Define the OPSYS Administrator ID With CA-Top Secret

The server administrator ID requires an OMVS segment.

To define the server administrator ID with eTrust CA-Top Secret:

  1. Create a department ID for everyone defined to eTrust CA-Top Secret who will be using the server, by issuing the command
    TSS CRE(dept) TYPE(DEPT) NAME('formal department name')

    where:

    dept

    Is the name of the department you are creating.

    formal department name

    Is the label you want to associate with the new department.

  2. For users within the department you just created for the server, you can define resource access within a group. To define an ID for that group, issue the following command
    TSS CRE(deptgrp) NAME('dept group') DEPT(dept) TYPE(GROUP) GID(n)

    where:

    deptgrp

    Is the name of the group you are creating.

    dept group

    Is the label you want to associate with the new group.

    dept

    Is the name of the department you created.

    n

    Is the number you want to assign to the new group.

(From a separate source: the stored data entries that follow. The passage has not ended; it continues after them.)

import { z } from "zod";
import type { MethodParams } from "@shared/schemas/analysis";
import { revisionInputSchema, type RevisionInput, type StageInput } from "@shared/schemas/plans";
import type { RevisionContent } from "@shared/schemas/plans";

/** Both forms keep the revision under `revision`, so the revision fields are one set of components. */
export type RevisionForm = { revision: RevisionInput };
export const editRevisionFormSchema = z.object({ revision: revisionInputSchema });

/** Number inputs: an empty box is "not given" (the schema then says whether that is allowed). */
export const toNumber = (v: unknown) => (v === "" || v === null || v === undefined ? undefined : Number(v));
/** "1, 1.2 1.5" → [1, 1.2, 1.5]; a stored array comes back as is. */
export const toNumberList = (v: unknown) => {
  if (Array.isArray(v)) return v;
  const text = String(v ?? "").trim();
  return text === ""
    ? undefined
    : text
        .split(/[\s,;]+/)
        .filter(Boolean)
        .map(Number);
};
export const toOptionalBoolean = (v: unknown) =>
  v === "true" || v === true ? true : v === "false" || v === false ? false : undefined;

export const DEFAULT_TARGET = 32_768;

/** A new stage that starts from the plan's own target and method; batch, steps and rate follow the YaRN recipe's scale (Peng et al. 2023). */
export function newStage(targetContext: number | undefined, method: MethodParams | undefined): StageInput {
  const target = targetContext && Number.isFinite(targetContext) ? targetContext : DEFAULT_TARGET;
  return {
    targetContext: target,
    method: method ?? { method: "yarn" },
    steps: 400,
    globalBatch: 64,
    sequenceLength: target,
    learningRate: 2e-5,
    dataMix: "",
  };
}

export function blankRevision(): RevisionInput {
  return { targetContext: DEFAULT_TARGET, method: { method: "yarn" }, stages: [], acceptance: [], notes: "" };
}

/** The editable values of a stored revision (the budget sheet's inputs included, so saving keeps them). */
export function revisionValuesOf(content: RevisionContent): RevisionInput {
  return {
    targetContext: content.targetContext,
    method: content.method,
    ...(content.extendsFrom ? { extendsFrom: content.extendsFrom } : {}),
    ...(content.bands ? { bands: content.bands } : {}),
    stages: content.stages,
    acceptance: content.acceptance,
    notes: content.notes,
    ...(content.budget ? { budget: content.budget.inputs } : {}),
  };
}

const TOP_LEVEL = new Set(["title", "purpose", "modelId", "requiredApprovals"]);
/** Server field names for revision values come bare ("stages.0.steps") or nested ("revision.stages.0.steps"). */
export const formPathOf = (key: string) =>
  TOP_LEVEL.has(key) || key.startsWith("revision.") ? key : `revision.${key}`;
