import { METHOD_CATALOG, METHOD_IDS, type MethodId } from "@shared/methods";

export { defaultText, methodEntry, type FieldContext, type ParamField as MethodField } from "@shared/methods";

/** Names for the method picker and the legends: the catalog's, so the plan editor shows the same ones. */
export const METHOD_LABELS = Object.fromEntries(METHOD_IDS.map((id) => [id, METHOD_CATALOG[id].label])) as Record<
  MethodId,
  string
>;
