import { Button } from "@/components/button";
import { useCopyText } from "@/lib/use-copy-text";
import { exportCurlExample } from "../curl-example";

export function TokenUsage() {
  const { copied, copy } = useCopyText();
  const text = exportCurlExample(window.location.origin);
  return (
    <section aria-label="Using a token" className="flex flex-col gap-2">
      <h3 className="text-body font-semibold text-ink">Using a token</h3>
      <p className="max-w-prose text-body text-ink-soft">
        A job fetches the signed configuration of a plan&apos;s approved revision like this (42 is the plan&apos;s
        number, from its page address; <code>?target=</code> picks the stack, or leave it out for the config patch):
      </p>
      <pre className="max-w-full overflow-x-auto rounded border border-rule bg-paper-deep p-3 text-note">
        <code data-testid="token-curl">{text}</code>
      </pre>
      <div className="flex items-center gap-3">
        <Button variant="secondary" size="sm" onClick={() => copy(text)}>
          Copy the curl line
        </Button>
        {copied === "yes" && <span className="text-note text-ink-soft">Copied.</span>}
        {copied === "failed" && (
          <span className="text-note text-ink-soft">Copying was refused; select it by hand.</span>
        )}
      </div>
    </section>
  );
}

  3. Create the iadmin ID and attach it to the new department by issuing the following commands: 
    TSS CRE(iadmin) NAME('iadmin id')

TYPE(USER) DEPT(dept) PASSWORD(pass)

GROUP(deptgrp) DFLTGRP(deptgrp)

    where:

    iadmin

    Is the ID you are creating to administer the server.

    iadmin id

    Is the label you want to associate with the new ID.

    dept

    Is the name of the department that you created.

    pass

    Is the password for the ID you are creating.

    deptgrp

    Is the group you created.

  4. Issue the following command to define the user's USS shell program (using OMVSPGM), facility access (using FAC), and, optionally, the initial directory (using HOME).

    The OMVS segment of the ACID defines the ACID's UID, the user's home directory, and the initial program that the user will run. The initial program is generally the shell program that the user invokes.

    TSS ADD(iadmin) UID(n) [HOME(/u/dir)] OMVSPGM(/bin/sh) FAC(BATCH,TSO)

    where:

    iadmin

    Is the ID you created to administer the server.

    n

    Is the UID. It cannot be 0 (zero).

    HOME

    Defines the initial directory path name. If it is omitted, USS sets the user's initial directory to the root directory.

    dir

    Is the ID home directory.

  5. Issue the following command
    TSS PER(iadmin) IBMFAC(BPX.FILEATTR.APF) ACC(READ)

    where:

    iadmin

    Is the ID you created to administer the server.

  6. Continue by verifying the server administrator ID, as described in Verify the OPSYS Administrator ID.